Nov 15, 2011 16:37
I don't understand why I continue to allow myself to be put through this. How can trash and comfort come from the same source? And you're behaving as if you did not say a single mean word. I am not letting this happen again. Forget about ever hearing my opinion or having me share anything more with you.
Each time I get into an argument, I will continue feeling very disturbed and uncomfortable until there is a proper conversation to formally close the matter. I think it's because all these years, after all the nasty and hurtful words, everything just resumes normalcy as if nothing ever happened. There's a huge gaping wound that was torn up by someone and instead of apologizing, I'm left to deal with a bleeding wound. Do this long enough and you end up with multiple scars, futile attempts to restore this ruined relationship. All because of a refusal to apologize.
The present me requires a deep need to reconcile after each argument, no matter how big or small.
1) Until I have a proper talk with the person to clearly spell out what went wrong,
2) what we're each unhappy about,
3) an apology looking each other straight in the eye,
4) the awkward silence as a wave of relief sweeps across each of us with the affirmed knowledge that each is no longer upset and can put this behind them,
5) the smile that breaks out on our faces shortly after,
6) the tight hug that follows immediately which brings instant healing and restoration and seals the wound,
7) the poking and jeering as we look back on the matter and playfully blame each other,
8) then realizing how seemingly ridiculous the argument was to begin with.
That is my description of an apology, of closure. The relationship remains unsteady and prone to fall apart if reconciliation is incomplete.
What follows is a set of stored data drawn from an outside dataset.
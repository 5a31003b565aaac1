"""Any refrigerant against any others at any temperatures: an answer or a reason, and physics that holds."""

from dataclasses import astuple
from math import isfinite

import pytest
from hypothesis import HealthCheck, given, settings
from hypothesis import strategies as st

from retrofit.refrigerants import designations
from retrofit.study import compare
from retrofit.study.compare import RATIOS

# Rounding of the tables, five digits of an entropy of about 2000 J/(kg K).
ENTROPY_J_PER_KGK = 0.05


@st.composite
def cases(draw):
    """Draw the tables of a case, from a freezer in the cold to a heat pump in the heat."""
    evaporating = draw(st.floats(-60.0, 20.0))
    lift = draw(st.floats(5.0, 90.0))
    superheat, line, subcooling = (draw(st.floats(0.0, high)) for high in (25.0, 25.0, 20.0))
    duty = {
        "evaporating": f"{evaporating:.3f} degC",
        "condensing": f"{evaporating + lift:.3f} degC",
        "useful_superheat": f"{superheat:.3f} K",
        "line_superheat": f"{line:.3f} K",
        "subcooling": f"{subcooling:.3f} K",
        "reading": draw(st.sampled_from(("dew", "mean"))),
    }
    names = draw(st.lists(st.sampled_from(designations()), min_size=2, max_size=4, unique=True))
    efficiencies = {
        "isentropic_efficiency": draw(st.floats(0.3, 1.0)),
        "volumetric_efficiency": draw(st.floats(0.3, 1.0)),
    }
    match = draw(st.sampled_from(("dew", "mean")))
    return {"existing": names[0], "candidates": names[1:], "duty": duty, "compressor": efficiencies, "match": match}


def state(entry, name):
    """Return a state point of an entry by its name."""
    return next(point for point in entry.points if point.name == name)


@settings(max_examples=200, deadline=None, derandomize=True, suppress_health_check=[HealthCheck.too_slow])
@given(case=cases())
def test_every_row_is_numbers_or_a_reason(case_of, case):
    """Nothing raises; a row has all its numbers, finite, or none of them and the reason."""
    found = compare(case_of(**case))

    for entry in found.entries:
        assert entry.cautions
        if entry.status == "ok":
            assert entry.reason is None
            numbers = [*astuple(entry.duty), *astuple(entry.compressor), *entry.relative.values()]
            assert all(isfinite(number) for number in numbers)
            assert set(entry.relative) == {name for name, _, _ in RATIOS}
            assert len(entry.points) == 8
            _check_laws(entry)
        else:
            assert entry.status == "not computed"
            assert entry.reason
            assert (entry.duty, entry.compressor, entry.grade, entry.points) == (None, None, None, ())
    if found.existing.status != "ok":
        assert {entry.status for entry in found.candidates} == {"not computed"}


def _check_laws(entry):
    """Check both laws of thermodynamics on an entry."""
    duty = entry.duty
    assert duty.heat_rejected_W == pytest.approx(duty.cooling_W + duty.line_heat_W + duty.power_W, rel=1e-9)
    gained = state(entry, "discharge").s_J_per_kgK - state(entry, "compressor inlet").s_J_per_kgK
    in_valve = state(entry, "evaporator inlet").s_J_per_kgK - state(entry, "expansion valve inlet").s_J_per_kgK
    assert gained > -ENTROPY_J_PER_KGK
    assert in_valve > -ENTROPY_J_PER_KGK
    # No heat enters hotter than the suction gas, none leaves colder than the liquid.
    hot, cold = state(entry, "expansion valve inlet").T_K, state(entry, "compressor inlet").T_K
    if hot > cold:
        assert duty.cop < cold / (hot - cold)
    assert duty.power_W > 0.0
    assert duty.p_cond_Pa > duty.p_evap_Pa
To pretend that nothing happened, sweep it all under the rug, and go on living life normally only threatens to destabilize the relationship and leave permanent wounds and scars on each other. It is healthy and ineffective.
There is a huge need to formalize the apology and a deep desire for restoration to reaffirm love in order to complete the healing process after hurting.
There's always a deep need to reaffirm love after hurting.